München - Eine rasante Verfolgungsjagd hat sich ein Motorradfahrer in Laim mit der Polizei geliefert. Obwohl die Beamten alles daran setzten, ihn zu schnappen, entwischte der Raser. Jetzt wird er gesucht.

Am vergangenen Sonntag machte sich eine uniformierte Streife der Diensthundestaffel zu einem Einsatz nach Laim auf. Mit Blaulicht und Martinshorn fuhren die Beamten auf der Dachauer Straße stadteinwärts, als sie bei der Einmündung zur Schroppenwiesenstraße plötzlich von einem Motorradfahrer überholt wurden.
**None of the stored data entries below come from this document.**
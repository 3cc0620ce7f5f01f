// Voltage drop against the rule set's limit (lighting 3 %, other uses 5 %; IEC 60364-5-52 Annex G).
import type { Check } from '../types.js';
import { notVerified, result } from './result.js';

export const voltageDropCheck: Check = ({ design }) => {
  const id = 'voltage-drop';
  if (!design.vd) return notVerified(id, 'no conductor resistance for this size and material in IEC 60228');
  const { percent, basis } = design.vd;
  const limit = design.vdLimit.percent;
  const ok = percent <= limit;
  return result(id, ok ? 'pass' : 'fail', `${basis} ${ok ? '≤' : '>'} ${design.vdLimit.basis}`, { value: Number(percent.toFixed(2)), limit, unit: '%' });
};
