// The registry of checks, in the order a pack lists them (CONTRACT.md check ids).
import type { Check, CheckId } from '../types.js';
import { adiabatic } from './adiabatic.js';
import { additionalProtection } from './additional-protection.js';
import { cpcSize } from './cpc-size.js';
import { breakingCapacity } from './breaking-capacity.js';
import { continuity } from './continuity.js';
import { disconnection } from './disconnection.js';
import { insulation } from './insulation.js';
import { overload } from './overload.js';
import { polarity } from './polarity.js';
import { rcd } from './rcd.js';
import { rcdTt } from './rcd-tt.js';
import { ring } from './ring.js';
import { selectivity } from './selectivity.js';
import { voltageDropCheck } from './voltage-drop.js';
import { zsDesign } from './zs-design.js';
import { zsMeasured } from './zs-measured.js';

export const CHECKS: readonly (readonly [CheckId, Check])[] = [
  ['overload', overload],
  ['voltage-drop', voltageDropCheck],
  ['zs-design', zsDesign],
  ['disconnection', disconnection],
  ['adiabatic', adiabatic],
  ['cpc-size', cpcSize],
  ['breaking-capacity', breakingCapacity],
  ['continuity', continuity],
  ['ring', ring],
  ['insulation', insulation],
  ['polarity', polarity],
  ['zs-measured', zsMeasured],
  ['rcd', rcd],
  ['rcd-tt', rcdTt],
  ['additional-protection', additionalProtection],
  ['selectivity', selectivity],
];
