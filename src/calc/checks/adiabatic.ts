// Protective conductor size by the adiabatic equation S = √(I²t) / k (IEC 60364-5-54, 543.1.2 and
// 434.5.2), at both ends of the fault currents the cpc may carry: the minimum (the design earth
// fault at the far end, U0 × Cmin / Zs) and the maximum (at the board: fault-level.ts). The I²t is
// the device's let-through (design/let-through.ts): an upper bound from its characteristic, or,
// where that bound is only I² × the shortest published time, the maker's let_through_a2s or a
// declared energy limiting class. A bound within k²S² passes; the maker's figure above it fails;
// a class limit above it, or no figure at all, is `attention` — never a pass on an assumption, nor
// a fail on an energy the device cannot let through. The equation holds for disconnection within 5 s.
import type { Check, CheckResult, CircuitContext, LengthCheck, Status } from '../types.js';
import { fmt, toPlaces } from '../../model/units.js';
import { ADIABATIC_LIMIT_S, kFor, type KFactor } from '../design/k-factor.js';
import { letThrough, type Energy, type LetThroughInputs } from '../design/let-through.js';
import { earthFaultMax, type Level } from '../fault-level.js';
import { rcdBreakTime } from '../devices/rcd.js';
import { notVerified, result, worst } from './result.js';
import { said, withBasis, type Words } from '../basis.js';

const id = 'adiabatic';

interface Part { status: Status; words: Words; energy: Energy | null }

/** What the circuit and the job say about the device's let-through. */
function inputsOf(ctx: CircuitContext): LetThroughInputs {
  const { circuit, rules, fault } = ctx;
  const range = rules.devices[circuit.device];
  return {
    maker_a2s: circuit.let_through_a2s,
    icn_ka: circuit.breaking_ka ?? range?.breaking_ka,
    energy_class: range?.energy_class,
    ia: fault.known && fault.makerIa ? { ia_a: fault.makerIa, within_s: ctx.derived.required_disconnect_s } : undefined,
  };
}

/** The let-through at a current and how it compares with k²S². */
function judgeAt(ctx: CircuitContext, what: Words, currentA: number, k2s2: number): Part {
  const { circuit, supply } = ctx;
  // the words are formed only where the result's basis is read (see ../basis.ts)
  const at = () => `${said(what)} ${fmt(currentA)} A`;
  // TT with an RCD giving fault protection: it breaks within its time at this residual current
  if (supply.earthing === 'TT' && circuit.rcd_ma !== undefined) {
    const t = rcdBreakTime(circuit.rcd_ma, circuit.rcd_type, currentA);
    if (t) {
      const e = currentA ** 2 * t.time_s;
      const energy = withBasis({ i2t_a2s: e }, () => `I²t ≤ ${fmt(currentA)}² × ${t.time_s} s = ${fmt(e)} A²s (${t.basis})`);
      if (e <= k2s2) return { status: 'pass', words: () => `${at()}: ${energy.basis} ≤ k²S² ${fmt(k2s2)} A²s`, energy };
    }
  }
  const lt = letThrough({ code: circuit.device, rating_a: circuit.rating_a }, currentA, inputsOf(ctx));
  const bound = lt.bound;
  if (!bound) return { status: 'not-verified', words: () => `${at()}: the device is not known to operate at this current`, energy: null };
  if (bound.i2t_a2s <= k2s2) return { status: 'pass', words: () => `${at()}: ${bound.basis} ≤ k²S² ${fmt(k2s2)} A²s`, energy: bound };
  if (!lt.beyondCurve) return { status: 'fail', words: () => `${at()}: ${bound.basis} > k²S² ${fmt(k2s2)} A²s`, energy: bound };
  const better = lt.better;
  if (better) {
    const ok = better.i2t_a2s <= k2s2;
    const status: Status = ok ? 'pass' : better.from === 'maker' ? 'fail' : 'attention';
    const why = !ok && better.from === 'class' ? ' (the class limit is a ceiling: the maker\'s let-through at this fault level may be lower)' : '';
    return { status, words: () => `${at()}: ${better.basis} ${ok ? '≤' : '>'} k²S² ${fmt(k2s2)} A²s${why}`, energy: better };
  }
  return { status: 'attention', words: () => `${at()}: let-through not known (${lt.unknown}); ${bound.basis} > k²S² ${fmt(k2s2)} A²s`, energy: null };
}

/**
 * The energy at the minimum fault current, for the derived minimum cpc: the maker's or the class's
 * figure where one applies, else the characteristic's bound (as a designer works it by hand).
 */
export function minimumFaultEnergy(ctx: CircuitContext): Energy | null {
  const { fault } = ctx;
  if (!fault.known || fault.time_s === null || fault.time_s > ADIABATIC_LIMIT_S) return null;
  const lt = letThrough({ code: ctx.circuit.device, rating_a: ctx.circuit.rating_a }, fault.current_a, inputsOf(ctx));
  return lt.better ?? lt.bound;
}

/**
 * What the check needs that the circuit's length does not change: k, k²S², the largest earth fault
 * current at the board and the let-through at it (worked when first needed, then kept).
 */
interface LengthFree {
  k: KFactor;
  k2s2: number;
  max: Level | null;
  atMax: (ctx: CircuitContext) => Part;
}

function lengthFree(ctx: CircuitContext): LengthFree {
  const { circuit, board, supply, rules } = ctx;
  const k = kFor(circuit.conductor, circuit.insulation, circuit.cpc_in_cable);
  const k2s2 = (k.k * circuit.cpc_mm2) ** 2;
  const max = earthFaultMax(board, supply, rules.u0_v);
  let part: Part | undefined;
  // the maker's Ia that judgeAt reads is the device's, not the length's (design/fault.ts)
  const atMax = (at: CircuitContext) => (part ??= judgeAt(at, () => `maximum earth fault current at ${board.id} (${max!.basis})`, max!.amps, k2s2));
  return { k, k2s2, max, atMax };
}

function judged(ctx: CircuitContext, free: () => LengthFree): CheckResult {
  const { circuit, fault } = ctx;
  if (!fault.known) return notVerified(id, `no design fault current: ${fault.why}`);
  if (!fault.device_known) return notVerified(id, () => `${fault.basis}; the device library has no characteristic for ${fault.opener}, and no device_ia_a from the maker`);
  const time = fault.time_s;
  if (time === null || time > ADIABATIC_LIMIT_S) {
    return result(id, 'fail', () => `${fault.basis}: ${fault.opener} ${time === null ? 'is not known to operate' : `takes ${fmt(time)} s`}; the adiabatic equation needs disconnection within ${ADIABATIC_LIMIT_S} s (IEC 60364-5-54, 543.1.2)`, { value: circuit.cpc_mm2, unit: 'mm2' });
  }
  const { k, k2s2, max, atMax } = free();
  const parts = [judgeAt(ctx, () => `${fault.basis}; minimum fault current`, fault.current_a, k2s2)];
  if (!max) parts.push({ status: 'not-verified', words: 'maximum fault current not known: no prospective fault current, Zdb or Ze recorded', energy: null });
  else if (max.amps > fault.current_a) parts.push(atMax(ctx));
  const status = worst(parts.map((p) => p.status));
  const needed = parts.map((p) => (p.energy ? Math.sqrt(p.energy.i2t_a2s) / k.k : 0)).reduce((a, b) => Math.max(a, b), 0);
  return result(id, status,
    () => `${parts.map((p) => said(p.words)).join('; ')}; k²S² with ${k.basis} and cpc ${fmt(circuit.cpc_mm2)} mm² (IEC 60364-5-54, 543.1.2)`,
    { value: circuit.cpc_mm2, limit: needed > 0 ? toPlaces(needed, 3) : null, unit: 'mm2' });
}

export const adiabatic: Check = (ctx) => judged(ctx, () => lengthFree(ctx));

/**
 * The adiabatic check for one circuit at any length (`base`: the circuit at one of them): its
 * length-free parts worked once. For trials in numbers only (../trial-context.ts): a part kept
 * from one trial keeps that trial's words.
 *
 * It passes at no length where the part judged at the board's largest earth fault current does
 * not pass and that current is above the design fault current at the shortest length: the design
 * fault current If = U0 × Cmin / Zs only falls as the run grows (R1+R2, and Zs with it, grow with
 * the length), so that part is judged at every length, and the check is never better than it.
 */
export function adiabaticAtLengths(base: CircuitContext): LengthCheck {
  let free: LengthFree | undefined;
  const kept = () => (free ??= lengthFree(base));
  const check: LengthCheck = (ctx) => judged(ctx, kept);
  check.passesAtNoLength = (shortest) => {
    const { fault } = shortest;
    if (!fault.known) return false;
    const { max, atMax } = kept();
    return max !== null && max.amps > fault.current_a && atMax(shortest).status !== 'pass';
  };
  return check;
}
Der Fahrer düste mit seiner grünen Kawasaki mit mehr als 120 km/h an ihnen vorbei.

Die Polizeibeamten folgten dem Motorradfahrer, um ihn einer Kontrolle zu unterziehen. Doch er versuchte, sich dieser zu entziehen, indem er rechts in die Ludwigsfelderstraße abbog. Dabei überfuhr er eine rote Ampel. Im Anschluss bog er nach links in die Georg-Reismüller-Straße und danach nach rechts in die Franz-Nißl-Straße ab. Durch die als 30 km/h Zone gekennzeichnete Franz-Nißl-Straße preschte der flüchtende Kawasaki-Fahrer mit ca. 130 km/h. Er bremste aufgrund vor ihm fahrender Fahrzeuge immer wieder ab - eine große Gefahr für andere Verkehrsteilnehmer!

Selbst eine Sackgasse stoppte den Raser nicht

Ob andere Autofahrer geschädigt wurden, ist zum jetzigen Zeitpunkt noch nicht bekannt. Im Anschluss fuhr der Raser weiter auf die Kreuzung zur Vesaliusstraße, mit circa 100 km/h in die Esmarchstraße und bog dann in die Elly-Staegmeyr-Straße ab. Die Fahrt führte rasant weiter durch die Allacher Bahnunterführung, wo der Flüchtige erneut die Geschwindigkeitsbegrenzung deutlich überschritt. Schließlich führte die wilde Verfolgungsjagd weiter über die Angerlohstraße hin zur Manzostraße, welche in einer Sackgasse endet.

Doch der Flüchtige ließ sich nicht von der Sackgasse aufhalten. Er setzte seine Fahrt über Gehwege und Trampelpfade fort, welche zu Anwesen der Lauinger Straße führten. Dabei kollidierte er mit einem Durchfahrtsverhinderungsbügel, der seine Weiterfahrt stoppte. Der Fahrer sprang von seiner Maschine und flüchtete zu Fuß weiter.

Das Motorrad wurde sicher gestellt - vom Fahrer fehlt jede Spur

Das Motorrad wurde von den Polizeibeamten sichergestellt. Gegen den bislang unbekannten Motorradfahrer wird wegen unerlaubten Entfernens vom Unfallort, überhöhter Geschwindigkeit, Nötigung sowie Gefährdung des Straßenverkehrs ermittelt. Er hat eine schlanke Figur, trug eine knielange kurze helle Hose und einen Motorradhelm auf dem Kopf. Der gesuchte Mann ist etwa 30 Jahre alt. 

Personen, die sachdienliche Hinweise zum Unfallhergang machen können, selbst in irgendeiner Weise gefährdet wurden, den flüchtenden Motorradfahrer gesehen oder die Verfolgungsfahrt beobachtet haben, werden gebeten, sich mit dem Unfallkommando, Tegernseer Landstraße 210, 81549 München, Tel.: 089/6216-3322, in Verbindung zu setzen.